Харрингтон посмотрел на закрытую дверь палаты. За ней – человек, который несколько часов назад сказал что-то невозможное. И не помнил об этом.
– Когда проснётся – пусть свяжется со мной.
– Конечно, полковник.
Он вышел из медблока и остановился в коридоре. Куда теперь? Можно вернуться в командный центр, просмотреть записи ещё раз. Можно собрать людей, провести разбор испытаний. Можно написать рапорт – стандартная процедура после любого теста.

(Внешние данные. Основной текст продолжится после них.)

def _chunk_by_map(spec, system, cols, table):
    import shapely

    from pourbaix.maps.compute import compute_map

    n = len(cols["temperature_c"])
    P = len(spec.points)
    texts = {k: np.empty((n, P), dtype=object) for k in _POINT_TEXTS}
    floats = {k: np.empty((n, P)) for k in _POINT_FLOATS}
    passive = np.full(n, np.nan)
    log_sol = np.full(n, np.nan)
    sol_solid = np.empty(n, dtype=object)
    area_rows = []
    opts = _condition_options(spec)
    for m in range(n):
        kw = dict(opts)
        kw["temperature_c"] = float(cols["temperature_c"][m])
        kw[spec.amount] = float(cols[spec.amount][m])
        if "ionic_strength" in cols:
            kw["ionic_strength"] = float(cols["ionic_strength"][m])
        if "ratio" in cols and len(system) > 1:
            kw["ratio"] = tuple(float(v) for v in cols["ratio"][m].split(":"))
        if spec.ligands:
            kw["ligands"] = {name: float(cols[f"ligand_{name}"][m]) for name, _ in spec.ligands}
        dmap = compute_map(system, table=table, **_species_options(spec), **kw)
        if P:
            ph = np.array([p for p, _ in spec.points])
            e = np.array([q for _, q in spec.points])
            r = dmap.probe(ph, e)
            for key in _POINT_TEXTS:
                texts[key][m] = np.asarray(getattr(r, key), dtype=object)
            for key in _POINT_FLOATS:
                floats[key][m] = getattr(r, key)
        if spec.passive_ph is not None:
            lo, hi = dmap.conditions.potential_range_v
            line = shapely.LineString([(spec.passive_ph, lo), (spec.passive_ph, hi)])
            passive[m] = sum(
                d.polygon.intersection(line).length
                for d in dmap.domains
                if d.state == "passivation"
            )
        if spec.solubility_point is not None and len(system) == 1:
            from pourbaix.analyses.solubility import solubility

            s = solubility(dmap, *spec.solubility_point)
            log_sol[m] = float(s.log10_total)
            sol_solid[m] = s.solid
        else:
            sol_solid[m] = ""
        row = {}
        for d in dmap.domains:
            key = " + ".join(d.species)
            row[key] = row.get(key, 0.0) + d.area
        area_rows.append(row)
    return _chunk_answers(spec, n, texts, floats, passive, log_sol, sol_solid, area_rows)


def _chunk_answers(spec, n, texts, floats, passive, log_sol, sol_solid, area_rows):
    """The answers of ``n`` grid points solved map by map or ratio by ratio, as arrays."""
    out = {}
    if spec.points:
        for key in _POINT_TEXTS:
            out[key] = texts[key].astype(str)
        out.update(floats)
    if spec.passive_ph is not None:
        out["passive_width_v"] = passive
    if spec.solubility_point is not None:
        out["log10_solubility"] = log_sol
        out["solubility_solid"] = sol_solid.astype(str)
    if spec.areas:
        names = list(dict.fromkeys(k for row in area_rows for k in row))
        out["area_names"] = np.array(names, dtype=str)
        out["area"] = np.array([[row.get(k, 0.0) for k in names] for row in area_rows]).reshape(
            n, len(names)
        )
    return out


# ---------------------------------------------------------------------- running
def _tasks(spec, chunk_size):
    dims = grid_dimensions(spec)
    size = int(np.prod([len(v) for _, v in dims]))
    tasks = []
    for s, system in enumerate(spec.systems):
        if _by_ratio(spec, system):
            tasks += _ratio_tasks(s, size, len(spec.ratios), chunk_size or _CHUNK_RATIOS)
            continue
        batched = len(system) == 1 and not spec.ligands
        # batched points: chunks of up to 512, at least ~24 of them on a long sweep, so the
        # progress bar moves and an interruption loses little
        step = chunk_size or (
            min(_CHUNK_BATCH, max(16, -(-size // 24))) if batched else _CHUNK_SINGLE
        )
        for start in range(0, size, step):
            tasks.append((s, start, tuple(range(start, min(start + step, size)))))
    return tasks


def _ratio_tasks(s, size, n_ratios, step):
    """Chunks of an alloy system that hold all ratios of a condition together.

    The ratio is the grid's first dimension, so the points of one condition
    (temperature, amount, ionic strength) at every ratio are ``rest + k *
    stride``; a chunk takes such groups whole (split only when there are more
    ratios than ``step``) so that one map serves every ratio in it. A chunk
    is named by its first grid point.
    """
    stride = size // n_ratios
    tasks, current = [], []
    for rest in range(stride):
        group = [rest + k * stride for k in range(n_ratios)]
        for i in range(0, n_ratios, step):
            current += group[i : i + step]
            if len(current) >= step:
                tasks.append((s, current[0], tuple(current)))
                current = []
    if current:
        tasks.append((s, current[0], tuple(current)))
    return tasks


class _Store:
    """Chunks saved beside the output as they finish (``OUT.parts/``), for resuming."""

    def __init__(self, out, spec, restart):
        self.dir = Path(str(out) + ".parts")
        fp = spec.fingerprint()
        manifest = self.dir / "manifest.json"
        if restart and self.dir.exists():
            shutil.rmtree(self.dir)
        if self.dir.exists():
            try:
                saved = json.loads(manifest.read_text())
            except (OSError, ValueError):
                saved = {}
            if saved.get("fingerprint") != fp:
                raise OptionError(
                    f"{self.dir} holds chunks of a sweep with other settings; remove it or "
                    "start again with --restart (restart=True)"
                )
        else:
            self.dir.mkdir(parents=True)
            # written at once (not staged with the command's outputs): it must outlive a failure
            tmp = manifest.with_suffix(".tmp")
            tmp.write_text(json.dumps({"fingerprint": fp, "spec": asdict(spec)}, default=str))
            os.replace(tmp, manifest)

    def _path(self, s, start):
        return self.dir / f"system{s:03d}-chunk{start:09d}.npz"

    def load(self, s, start):
        path = self._path(s, start)
        if not path.exists():
            return None
        try:
            with np.load(path, allow_pickle=False) as data:
                return {k: data[k] for k in data.files}
        except (OSError, ValueError):
            return None  # a chunk cut short: computed again

    def save(self, s, start, result):
        path = self._path(s, start)
        tmp = path.with_suffix(".tmp.npz")
        np.savez(tmp, **result)
        os.replace(tmp, path)

    def remove(self):
        shutil.rmtree(self.dir, ignore_errors=True)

Или можно признать, что он просто устал.
Мортон – не единственный. Вся команда работает на пределе уже несколько недель. Сроки поджимают, Пентагон требует результатов, а система до сих пор не готова к полноценным испытаниям. Давление огромное. Неудивительно, что люди начинают видеть призраков.
Он принял решение. Рапорт подождёт. Разбор – завтра. Сейчас – ещё несколько часов сна, потом звонок Саре, потом, может быть, звонок Эмили. Попробовать хотя бы. Сказать что-то. Что именно – он ещё не придумал, но это можно сделать позже.
По дороге к жилому блоку он снова прошёл мимо лаборатории. Дверь была закрыта. Изнутри не доносилось ни звука.
Тишина.
Такая полная, что он почти слышал собственное сердцебиение.
Харрингтон остановился. Посмотрел на дверь. Потом – на свои руки. Они не дрожали. Хорошо.